## Problem to solve
Lines below that include "sticks" are the answer; copy each one.

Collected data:
————————

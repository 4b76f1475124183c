"""The seated reach of ``reach.py`` with things going wrong: a hand sensor that sticks, a drifting bias, a
cuff that slips and a sudden jerk of the wearer.

Each fault is active for start_s <= t < end_s and the run goes on through all
of them; the log's ``fault_active`` column, the report's "Faults" section and
the replay's caption show when.  Copy this file and edit the faults (the kinds
are listed in the README, "Faults").
"""

import dataclasses

from reach import SCENARIO as REACH  # a scenario file imports its neighbours in the folder

from sim import CuffSlip, SensorBiasDrift, SensorDropout, WearerJerk

SCENARIO = dataclasses.replace(
    REACH,
    name="sensor_faults",
    description="the seated reach with a stuck hand sensor, a bias drift, a slipping cuff and a jerk",
    faults=(
        SensorDropout(name="hand sensor sticks", cuff="hand", mode="stuck", start_s=0.8, end_s=1.1),
        SensorBiasDrift(name="forearm sensor drifts", cuff="forearm", rate_N_per_s=(4.0, 0.0, 0.0),
                        start_s=1.3, end_s=2.0),
        CuffSlip(name="upper-arm cuff slips", cuff="upper_arm", factor=0.3, start_s=1.6, end_s=2.2),
        WearerJerk(name="elbow jerk", joint="human_elbow_flexion", torque_Nm=4.0, start_s=2.5, end_s=2.55),
    ),
)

————————

## The answer
"""The seated reach of ``reach.py`` with things going wrong: a hand sensor that sticks, a drifting bias, a
        SensorDropout(name="hand sensor sticks", cuff="hand", mode="stuck", start_s=0.8, end_s=1.1),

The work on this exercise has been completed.